Reference link: https://www.guru99.com/jmeter-distributed-testing.html
Step 3: Automation Script setup:
Install any IDE(Eg: Eclipse) and use JUnit as the testing framework and required dependencies.
Identify Windows app Application root page object and replace it with ‘Application Element’ and create a session using WindowsDriver.Below is the sample code snippet.
Once the test case writing is completed, create a jar file.
Step 4: Run from Jmeter Grid :
Place the created test jar file in the given path ‘C:\apache-jmeter-5.1.1\apache-jmeter-5.1.1\lib\junit’ on Master and slave machines.

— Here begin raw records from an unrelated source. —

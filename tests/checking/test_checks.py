from __future__ import annotations

from typing import TYPE_CHECKING

import numpy as np
import pytest

from pipeline.checking import check
from pipeline.checking.track import nautical_miles
from pipeline.findings import Severity
from pipeline.settings import Settings
from tests.invented import bottle_file, cast_file, read

if TYPE_CHECKING:
    from pipeline.checking import Checked
    from pipeline.findings import Finding

SETTINGS = Settings()


def checked(*rows: dict[str, str], extra: dict[str, str] | None = None) -> Checked:
    return check(read(bottle_file(*rows, extra=extra)).table, SETTINGS)


def only(result: Checked) -> Finding:
    (finding,) = result.findings
    return finding


def test_a_clean_cruise_raises_nothing() -> None:
    result = checked({}, {}, {"NITRAT": "-999", "NITRAT_FLAG_W": "9"})
    assert not result.findings
    assert result.flags["nitrate_check"].tolist() == [1, 1, 9]


# Each check on a row where it must speak: what changes, the check, the variable, its flag, and the sentence.
SPEAKING = [
    (
        {"SALNTY": "12623", "SALNTY_FLAG_W": "2"}, "gross-range", "bottle_salinity", 4,
        "cruise_hy1.csv, line 5: SALNTY is 12623, off by more than the whole range of sea water; expected 0 to 42.",
    ),
    (
        {"OXYGEN": "-7934", "OXYGEN_FLAG_W": "2"}, "gross-range", "bottle_oxygen", 4,
        "cruise_hy1.csv, line 5: OXYGEN is -7934, off by more than the whole range of sea water; expected 0 to 500"
        " umol/kg.",
    ),
    (
        {"NITRAT": "-999", "NITRAT_FLAG_W": "2"}, "flag-without-value", "nitrate", 9,
        "cruise_hy1.csv, line 5: NITRAT is missing under the good flag 2; expected a value, or flag 9 where none was"
        " sampled.",
    ),
    (
        {"NITRAT_FLAG_W": "9"}, "value-under-missing-flag", "nitrate", 3,
        "cruise_hy1.csv, line 5: NITRAT is 30 under a flag that says there is no value; expected no value, or another"
        " flag; it is not used.",
    ),
    (
        {"NITRAT_FLAG_W": "65"}, "unknown-flag", "nitrate", 3,
        "cruise_hy1.csv, line 5: NITRAT has flag 65; expected a WHP water-sample flag, 1 to 9; values under it are"
        " not used.",
    ),
    (
        {"SAMPNO": "1"}, "duplicate-sample", "sample", None,
        "cruise_hy1.csv, line 5: SAMPNO 1 stands already on line 4 of this cast, and the two rows differ in BTLNBR;"
        " expected each sample number once in a cast; both rows are kept and used: take one out, or give it the number"
        " that it has.",
    ),
]  # fmt: skip


@pytest.mark.parametrize(("changed", "name", "variable", "flag", "sentence"), SPEAKING)
def test_where_a_check_must_speak(
    changed: dict[str, str], name: str, variable: str, flag: int | None, sentence: str
) -> None:
    result = checked({}, changed)
    finding = only(result)
    assert (finding.check, finding.variable, finding.message) == (name, variable, sentence)
    assert (finding.station, finding.line) == ("1", 5)
    if flag is not None:
        assert result.flags[f"{variable}_check"].tolist() == [1, flag]


def test_a_cell_that_held_no_number_is_told_of_once() -> None:
    delivery = read(bottle_file({"NITRAT": "3o.1"}, {"NITRAT": "-999"}))
    assert [finding.check for finding in delivery.findings] == ["not-a-number"]
    (finding,) = check(delivery.table, SETTINGS, delivery.findings).findings
    assert (finding.check, finding.line) == ("flag-without-value", 5)


def test_garbage_that_the_group_flagged_itself_is_no_news() -> None:
    assert not checked({}, {"SALNTY": "12623", "SALNTY_FLAG_W": "4"}).findings


def test_an_extreme_that_may_be_honest_is_a_doubt() -> None:
    result = checked({"OXYGEN": "512.0"})
    assert only(result).severity is Severity.DOUBT
    assert result.flags["bottle_oxygen_check"].tolist() == [3]


def test_flags_of_the_igoss_scheme_are_heeded() -> None:
    extra = {"DOC": "UMOL/KG", "DOC_FLAG_I": ""}
    result = checked(*[{"DOC": "45.0", "DOC_FLAG_I": flag} for flag in ("1", "3", "4")], extra=extra)
    assert [(f.check, f.severity, f.line) for f in result.findings] == [
        ("igoss-flag", Severity.FAULT, 6), ("igoss-flag", Severity.DOUBT, 5),
    ]  # fmt: skip
    assert result.flags["dissolved_organic_carbon_check"].tolist() == [1, 3, 4]


def test_flag_eight_is_a_water_flag_and_no_ctd_flag() -> None:
    assert not checked({"NITRAT_FLAG_W": "8"}).findings
    assert only(checked({"CTDSAL_FLAG_W": "8"})).check == "unknown-flag"


def test_a_whole_parameter_flagged_bad_is_told_once() -> None:
    finding = only(checked(*[{"NITRAT_FLAG_W": "4"}] * 12))
    assert (finding.check, finding.severity) == ("all-flagged-bad", Severity.NOTE)
    assert "has 12 values and none under a good flag (all have flag 4)" in finding.message


def test_a_part_of_a_parameter_under_another_flag_is_most_of_it() -> None:
    finding = only(checked(*[{"NITRAT_FLAG_W": "4"}] * 11, {"NITRAT_FLAG_W": "3"}))
    assert "has 12 values and none under a good flag (most have flag 4)" in finding.message


def test_what_is_said_of_many_rows_is_said_once() -> None:
    finding = only(checked({}, *[{"NITRAT_FLAG_W": "0"}] * 70))
    assert (finding.count, finding.line, finding.sample) == (70, 5, None)
    assert finding.message == (
        "cruise_hy1.csv, lines 5 to 74: NITRAT has flag 0 in 70 rows; expected a WHP water-sample flag, 1 to 9; values"
        " under it are not used."
    )


def test_flags_that_make_a_whole_parameter_useless_are_told_once() -> None:
    assert only(checked(*[{"NITRAT_FLAG_W": "0"}] * 12)).check == "unknown-flag"


def test_many_findings_of_one_kind_end_in_one_sentence() -> None:
    findings = checked({}, *[{"OXYGEN": f"{600 + i}"} for i in range(70)]).findings
    assert len(findings) == 51
    assert sum(finding.count for finding in findings) == 70
    assert "lines 55 to 74: OXYGEN is 650 (and 19 more rows)" in findings[-1].message


@pytest.mark.parametrize("code", ["-9", "-99.0", "99.99", "9999"])
def test_a_code_for_missing_is_called_that(code: str) -> None:
    finding = only(checked({}, {"NITRAT": code}))
    assert (finding.check, finding.severity) == ("gross-range", Severity.FAULT)
    assert finding.message == (
        f"cruise_hy1.csv, line 5: NITRAT is {float(code):g}, which looks like a code for a missing value; expected -0.1"
        " to 47 umol/kg, or a missing value under flag 9."
    )


def test_a_pressure_that_no_sea_has_is_told_with_the_sea_floor() -> None:
    finding = only(checked({}, {"CTDPRS": "15964"}))
    assert "CTDPRS is 15964 where the sea floor is at 4100 m; expected 0 to 10000 dbar." in finding.message


def test_rows_that_are_the_same_are_called_that() -> None:
    finding = only(checked({}, {"SAMPNO": "1", "BTLNBR": "1"}))
    assert (
        "stands already on line 4 of this cast, and the two rows are the same in all columns"
        in finding.message
    )


def test_a_wrong_year_is_told_once() -> None:
    rows = [
        {"STNNBR": str(i), "LATITUDE": f"{-35 - i / 60:.4f}", "DATE": f"201902{10 + i}"} for i in range(9)
    ]
    finding = only(checked(*rows))
    assert (finding.check, finding.count) == ("departure-date", 9)
    assert finding.message.startswith("cruise_hy1.csv, lines 4 to 12: TIME lies 3648 days after")
    assert "in 9 casts; expected" in finding.message


def test_a_wrong_time_of_a_cast_is_told_once() -> None:
    near = [{"STNNBR": str(i), "LATITUDE": f"{-35.5 - i}", "DATE": f"2009021{i}"} for i in range(4, 9)]
    late = {**near[2], "DATE": "20090219"}
    findings = checked(*near[:3], late, *near[3:]).findings
    assert [(f.check, f.severity, f.line) for f in findings] == [("cast-time", Severity.DOUBT, 6)]


def test_a_time_that_fits_neither_the_list_nor_the_ship_is_a_doubt_told_once() -> None:
    rows = [{"STNNBR": str(i), "LATITUDE": f"{-30.0 - i}", "DATE": f"200902{14 + i}"} for i in range(8)]
    rows[5] = {**rows[5], "DATE": "20090215", "TIME": "1000"}
    (finding,) = checked(*rows).findings
    assert (finding.check, finding.severity, finding.station) == ("clock-order", Severity.DOUBT, "5")


def test_a_station_name_used_at_two_places() -> None:
    finding = only(checked({}, {"STNNBR": "1", "LATITUDE": "-36.5000", "CASTNO": "2", "DATE": "20090220"}))
    assert (finding.check, finding.variable) == ("repeated-station", "station")
    assert "STNNBR 1 is 60 nautical miles from where the same station was before" in finding.message


def test_a_station_that_the_ship_could_not_reach() -> None:
    near = {"STNNBR": "2", "LATITUDE": "-35.6000", "TIME": "1400"}
    far = {"STNNBR": "3", "LATITUDE": "-45.6000", "TIME": "2000"}
    assert not checked({}, near).findings
    finding = only(checked({}, near, far))
    assert (finding.check, finding.station) == ("station-speed", "3")
    assert "STNNBR 3 lies 600 nautical miles from the cast before, 100 knots" in finding.message


def test_the_date_line_is_no_distance() -> None:
    east = {"STNNBR": "1", "LATITUDE": "0.0", "LONGITUDE": "179.9500"}
    west = {"STNNBR": "2", "LATITUDE": "0.0", "LONGITUDE": "-179.9500", "TIME": "1203"}
    assert not checked(east, west).findings


def test_a_degree_of_latitude_is_sixty_miles() -> None:
    zero = np.zeros(1)
    assert nautical_miles(zero, zero, zero + 1, zero)[0] == pytest.approx(60.0)
    assert nautical_miles(zero + 60, zero, zero + 60, zero + 2)[0] == pytest.approx(60.0, rel=1e-3)


@pytest.mark.parametrize(
    ("later", "severity"),
    [({"TIME": "0110", "DATE": "20090215"}, Severity.NOTE), ({"DATE": "20090222"}, Severity.DOUBT)],
)
def test_time_that_changes_within_a_cast(later: dict[str, str], severity: Severity) -> None:
    finding = only(checked({"TIME": "2350"}, later))
    assert (finding.check, finding.severity) == ("cast-time", severity)


def test_ctd_levels_that_stand_twice_or_turn_back() -> None:
    levels = [f"{p:.1f},2,20.0,2,35.5,2" for p in (0, 10, 20, 20, 15, 30)]
    result = check(read(cast_file(levels), "cast_ct1.csv").table, SETTINGS)
    assert [finding.check for finding in result.findings] == ["duplicate-pressure", "pressure-order"]
    assert result.flags["pressure_check"].tolist() == [1, 1, 1, 3, 1, 1]
    assert "CTDPRS turns back at 15 dbar" in result.findings[1].message


@pytest.mark.parametrize("order", [(0, 10, 20), (20, 10, 0)])
def test_a_cast_that_goes_one_way_is_in_order(order: tuple[int, ...]) -> None:
    levels = [f"{p:.1f},2,20.0,2,35.5,2" for p in order]
    assert not check(read(cast_file(levels), "cast_ct1.csv").table, SETTINGS).findings


def test_ctd_findings_of_one_cast_are_told_together() -> None:
    levels = [f"{p:.1f},2,{100 + p / 100},2,35.5,2" for p in range(0, 400, 10)]
    finding = only(check(read(cast_file(levels), "cast_ct1.csv").table, SETTINGS))
    assert (finding.check, finding.count) == ("gross-range", 40)
    assert finding.message.startswith(
        "cast_ct1.csv, lines 14 to 53: CTDTMP is 100, off by more than the whole range of sea water (and 39 more rows);"
    )


def test_a_station_out_of_the_way_is_told_and_not_the_one_after_it() -> None:
    places = ("-35.5000", "-35.6000", "-45.6000", "-35.8000", "-35.9000")
    rows = [
        {"STNNBR": str(i + 1), "LATITUDE": latitude, "TIME": f"{8 + 3 * i:02d}00"}
        for i, latitude in enumerate(places)
    ]
    findings = [finding for finding in checked(*rows).findings if finding.check == "station-speed"]
    assert [finding.station for finding in findings] == ["3"]


def test_two_fast_legs_are_told_where_the_way_past_is_no_slower() -> None:
    rows = [
        {"STNNBR": str(i + 1), "LATITUDE": f"{-35.5 - 5 * i}", "TIME": f"{8 + 3 * i:02d}00"} for i in range(3)
    ]
    findings = [finding for finding in checked(*rows).findings if finding.check == "station-speed"]
    assert [finding.station for finding in findings] == ["2", "3"]


def test_the_sentence_of_a_sea_floor_above_a_sample() -> None:
    finding = only(checked({}, {"CTDPRS": "4300.0"}, {"CTDPRS": "4100.0"}))
    assert (finding.check, finding.line) == ("bottom-depth", 5)
    assert (
        "DEPTH is 4100 m, and the sample at CTDPRS 4300 of the cast would lie at 4226 m; expected a sea floor below"
        in finding.message
    )


def test_noise_below_zero_is_no_doubt_of_a_nutrient() -> None:
    result = checked({}, {"PHSPHT": "-0.02"}, {"PHSPHT": "-0.04"})
    assert [(finding.check, finding.line) for finding in result.findings] == [("gross-range", 6)]
    assert result.flags["phosphate_check"].tolist() == [1, 1, 3]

Similarly, all test jar file related dependencies should be placed in the given path C:\apache-jmeter-5.1.1\apache-jmeter-5.1.1\lib
Now take a new Test plan from Jmeter Console installed on Master > Create new thread group > Choose Junit Request sampler > Choose the required package and test methods in Junit request sampler and select JUnit 4 annotations check box.
Add view results tree listener to capture test results.
Now run the test plan from Jmeter Console.
Once the above environment setup is completed, Jmeter measures the elapsed time from just before sending the request to right after the last response has been received. JMeter includes the time elapsed between client and server for a TCP session.
It can generate the report at the end of a load test or on-demand. A request summary graph shows the succeeded and failed requests.